Overview

A microbiome refers to the collection of all microbes, including bacteria, archaea, fungi, protists, and their genetic material within a specific habitat. While some microbiomes are associated with a host (e.g. the human gut or a plant root), there are environmental microbiomes (e.g. air, soil water). Microbiomes differ in the types of microbes present, their abundance, and their ecological diversity. In agroecosystems, these dynamic and interacting environmental and plant-associated microbiomes carry out important beneficial functions including decomposition of organic matter, soil nutrient cycling, and plant growth promotion. Optimizing these beneficial microbiome functions is a promising and sustainable solution for addressing future agronomic challenges related to food insecurity and climate change. In order to harness beneficial microbes, we need to better understand the complex ecological interactions occurring in the field and feedback mechanisms between microbes, plants, and soil.

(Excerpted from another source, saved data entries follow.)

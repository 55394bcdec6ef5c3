// What the nets of an arc's cell did in one of its jobs: how a delay came
// about.

#ifndef GATEDYNO_RECORD_ARC_WAVES_H_
#define GATEDYNO_RECORD_ARC_WAVES_H_

#include <cstddef>
#include <string>
#include <vector>

#include "harness/record/job.h"
#include "harness/record/waveform.h"

namespace gatedyno {

// An interval and where it lies on the waveforms.
struct SeenInterval {
  Interval interval;
  double from_s = 0.0;
  double to_s = 0.0;
};

struct ArcWaves {
  std::size_t place = 0;  // In RunResult::comparisons.
  double fanout = 0.0;
  std::string job_key;
  // Why there is nothing to see; the rest is empty then.
  std::string trouble = {};
  // Those of the arc: first its delay, from the input's net to the output's.
  std::vector<SeenInterval> intervals = {};
  std::vector<Waveform> waveforms = {};
  // What the run measured, for who doubts that it was the same simulation.
  double stored_delay_s = 0.0;
};

}  // namespace gatedyno

#endif  // GATEDYNO_RECORD_ARC_WAVES_H_
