// Jobs and outcomes as JSON: the worker's protocol and the store's columns.

#ifndef GATEDYNO_RECORD_JOB_JSON_H_
#define GATEDYNO_RECORD_JOB_JSON_H_

#include <nlohmann/json.hpp>

#include "harness/base/result.h"
#include "harness/record/job.h"
#include "harness/record/outcome.h"

namespace gatedyno {

nlohmann::json JobToJson(const Job& job);
Result<Job> JobFromJson(const nlohmann::json& json);

nlohmann::json OutcomeToJson(const Outcome& outcome);
Result<Outcome> OutcomeFromJson(const nlohmann::json& json);

}  // namespace gatedyno

#endif  // GATEDYNO_RECORD_JOB_JSON_H_
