#include "harness/netlist/flatten.h"

#include <string>
#include <vector>

#include <fmt/format.h>
#include <gmock/gmock.h>
#include <gtest/gtest.h>

#include "tests/netlist/read_text.h"

namespace gatedyno {
namespace {

using testing::ElementsAre;

constexpr const char* kInv =
    ".subckt inv in out vdd vss wn=1u\n"
    "mp out in vdd vdd pfet w={2*wn} l=45n\n"
    "mn out in vss vss nfet w=wn l=45n\n"
    "r1 out in 100\n"
    "c1 out in 8f m=2\n"
    ".ends\n";

std::string Top(const std::string& lines) {
  return ".subckt top a y vdd vss\n" + lines + ".ends\n";
}

TEST(Flatten, NamesDevicesAndNetsByTheirPath) {
  const Cell cell = ReadOne(std::string(kInv) +
                            ".subckt two a y vdd vss\n"
                            "X1 a Mid vdd vss inv\n"
                            "X2 mid y vdd vss INV\n"
                            ".ends\n" +
                            Top("xa a n vdd vss two\nxb n y vdd vss two\n"));
  EXPECT_EQ(cell.name, "top");
  EXPECT_THAT(cell.nets,
              ElementsAre("a", "y", "vdd", "vss", "n", "xa.Mid", "xb.Mid"));
  ASSERT_EQ(cell.mosfets.size(), 8U);
  EXPECT_EQ(cell.mosfets[0].name, "xa.X1.mp");
  EXPECT_EQ(cell.mosfets[7].name, "xb.X2.mn");
  EXPECT_EQ(cell.net_name(cell.mosfets[7].gate), "xb.Mid");
  EXPECT_EQ(cell.net_name(cell.mosfets[7].drain), "y");
  EXPECT_EQ(cell.mosfets[7].place.line, 3);
  EXPECT_EQ(cell.resistors[3].name, "xb.X2.r1");
  EXPECT_EQ(cell.capacitors[3].name, "xb.X2.c1");
}

TEST(Flatten, PassesParameters) {
  const Cell cell =
      ReadOne(std::string(kInv) +
              ".subckt pair a y vdd vss w=3u\n.param half={w/2}\n"
              "x1 a n vdd vss inv wn={half}\n"
              "x2 n y vdd vss inv params: WN=w\n.ends\n" +
              Top("x1 a n vdd vss pair w=10u\nx2 n m vdd vss pair\n"
                  "x3 m y vdd vss inv\n"));
  std::vector<double> widths_um;
  for (const Mosfet& mosfet : cell.mosfets) {
    if (mosfet.polarity == Polarity::kN) {
      widths_um.push_back(mosfet.width_m * 1e6);
    }
  }
  EXPECT_THAT(widths_um,
              ElementsAre(testing::DoubleEq(5),
                          testing::DoubleEq(10),
                          testing::DoubleEq(1.5),
                          testing::DoubleEq(3),
                          testing::DoubleEq(1)));
}

// The check that ngspice's own m= on X lines fails in some forms.
TEST(Flatten, MultipliesEverythingInside) {
  const Cell cell =
      ReadOne(std::string(kInv) +
              ".subckt pair a y vdd vss\nx1 a y vdd vss inv m=2\n.ends\n" +
              Top("x1 a y vdd vss pair m={1.5*2}\n"));
  ASSERT_EQ(cell.mosfets.size(), 2U);
  EXPECT_DOUBLE_EQ(cell.mosfets[0].multiplicity, 6.0);
  EXPECT_DOUBLE_EQ(cell.mosfets[0].width_m, 2e-6);
  EXPECT_DOUBLE_EQ(cell.mosfets[0].total_width_m(), 12e-6);
  EXPECT_DOUBLE_EQ(cell.resistors[0].resistance_ohm, 100.0 / 6.0);
  EXPECT_DOUBLE_EQ(cell.capacitors[0].capacitance_f, 6.0 * 2.0 * 8e-15);
}

std::string Wrapper(const std::string& device_parameters) {
  return fmt::format(
      ".subckt wrap d g s b w=1u m=1\nm1 d g s b nfet w=w l=45n {}\n.ends\n",
      device_parameters);
}

TEST(Flatten, ADeclaredMultiplicityIsAParameter) {
  const Cell cell =
      ReadOne(Wrapper("m={2*m}") + Top("x1 y a vss vss wrap m=4\n"));
  EXPECT_DOUBLE_EQ(cell.mosfets[0].multiplicity, 8.0);
}

TEST(Flatten, ADeclaredMultiplicityMayNotGetLost) {
  const std::string call = "x1 y a vss vss wrap m=4";
  EXPECT_EQ(ComplaintAbout(Top(call + "\n") + Wrapper("")),
            Worded(2,
                   21,
                   "subcircuit 'wrap' declares m and does not use it: the "
                   "copies would be lost",
                   call));
}

TEST(Flatten, SaysInWhichInstance) {
  const std::string bad = "mn out in vss vss nfet w=wn l=45n";
  const std::string text =
      std::string(kInv) +
      ".subckt pair a y vdd vss\nx1 a y vdd vss inv wn=-1u\n.ends\n" +
      Top("xp a y vdd vss pair\n");
  // The PMOS comes first: 2*wn.
  EXPECT_EQ(ComplaintAbout(text),
            Worded(2,
                   24,
                   "expected a width in metres, above zero, got 'w={2*wn}' = "
                   "-2e-06 (in xp.x1)",
                   "mp out in vdd vdd pfet w={2*wn} l=45n"));
  const std::string call = "x1 a y vdd vss inv wn={wx}";
  EXPECT_EQ(
      ComplaintAbout(std::string(kInv) + Top(call + "\n")),
      Worded(
          8, 24, "unknown parameter 'wx': known here are lgate, wunit", call));
  EXPECT_EQ(ComplaintAbout(std::string(kInv) + Top("x1 a y vdd vss inv m=0\n")),
            Worded(8,
                   20,
                   "expected a multiplicity, above zero, got 'm=0'",
                   "x1 a y vdd vss inv m=0"));
}

TEST(Flatten, RefusesNamesThatMeet) {
  const std::string text = std::string(kInv) +
                           ".subckt pair a y vdd vss\nx1 a n vdd vss inv\n"
                           "x2 n y vdd vss inv\n.ends\n";
  EXPECT_EQ(ComplaintAbout(text + Top("r1 x1.n y 1\nx1 a y vdd vss pair\n")),
            Worded(8,
                   1,
                   "two nets come to the name 'x1.n' (in x1)",
                   "x1 a n vdd vss inv"));
  EXPECT_EQ(ComplaintAbout(text +
                           Top("x1.x1 a y vdd vss inv\nx1 a y vdd vss pair\n")),
            Worded(2,
                   1,
                   "two devices come to the name 'x1.x1.mp' (in x1.x1)",
                   "mp out in vdd vdd pfet w={2*wn} l=45n"));
}

TEST(Flatten, NetZeroIsOneNetEverywhere) {
  const Cell cell = ReadOne(
      ".subckt pull a y\nmn y a 0 0 nfet w=1u l=45n\n.ends\n"
      ".subckt top a y vdd\nx1 a y pull\nx2 a y pull\n.ends\n");
  EXPECT_THAT(cell.nets, ElementsAre("a", "y", "vdd", "0"));
}

TEST(Flatten, RefusesACellWithoutTransistors) {
  EXPECT_EQ(
      ComplaintAbout(Around("r1 a y 1")),
      Worded(1, 9, "cell 'c' has no transistor", ".subckt c a y vdd vss"));
}

// 4^20 devices from 60 lines.
TEST(Flatten, LimitsWhatATextExpandsTo) {
  std::string text;
  for (int i = 0; i < 20; ++i) {
    text += fmt::format(
        ".subckt s{0} a y vdd vss\nx1 a y vdd vss s{1}\nx2 a y vdd vss s{1}\n"
        "x3 a y vdd vss s{1}\nx4 a y vdd vss s{1}\n.ends\n",
        i,
        i + 1);
  }
  text += ".subckt s20 a y vdd vss\n.ends\n";
  const std::string complaint = ComplaintAbout(text);
  EXPECT_NE(complaint.find(
                "the instances of this file come to more than 500000 lines"),
            std::string::npos)
      << complaint;
}

}  // namespace
}  // namespace gatedyno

G. Murali, G. Alka, Microbiome Selection Could Spur Next-Generation Plant Breeding Strategies, Front. Microbiol., Sec. Microbial Symbioses, Volume 7 (2016)

Project Goals

The goal of the Choudoir Lab’s applied soil microbiome extension research program is to translate microbiome science to sustainable agriculture. Climate change, continued intensive agriculture practices, and the increasing demands of food systems threaten soil microbiome biodiversity and their important ecosystem functions. At the same time, microbial solutions to agronomic challenges can support sustainability goals! Our research philosophy aligns with environmental, social, and climate justice goals.

Project Design

We study soil microbiomes  at CEFS’ Cherry Research Farm in Goldsboro, NC. Here at the Farming Systems Research Unit, since 1999 five distinct land management practices have been consistently implemented for over 24 years. This long-term study allows us to measure and quantify  changes in soil microbial communities across time scales that are relevant to changes in  ecosystem function.

By sampling soil and rhizosphere microbiomes, we  aim to understand how these microbial communities  contribute to soil and plant health and other agroecosystem functions. This large-scale system-level experiment provides a unique opportunity for exploring the complex relationships between long-term land management practices and soil microbial biodiversity and function. We are using DNA sequencing methods to ask two distinct, but related questions.

1. How does long-term agronomic management impact soil microbiome composition, structure, and diversity? To address this question, we are using microbiome sequencing to explore presence/absence patterns and the relative abundances of microbial species in soil collected in 1999, 2015, and 2023. This allows us to explore how these communities may be changing over time. We are looking at bacteria, fungal, and protist communities.
2. How does annual variation and environmental disturbance influence microbial functional potential and greenhouse gas emissions? To address this question, we are using metagenomic sequencing to quantify the diversity and abundances of functional genes in soils from different treatment plots. The objective is to link these functional gene patterns to greenhouse gas emissions, and to further observe these relationships between gene content and function in soils following environmental disturbance (i.e. extreme climate event or flooding). This project is supported by the DOE JGI’s New Investigator Community Sequence Project (CSP).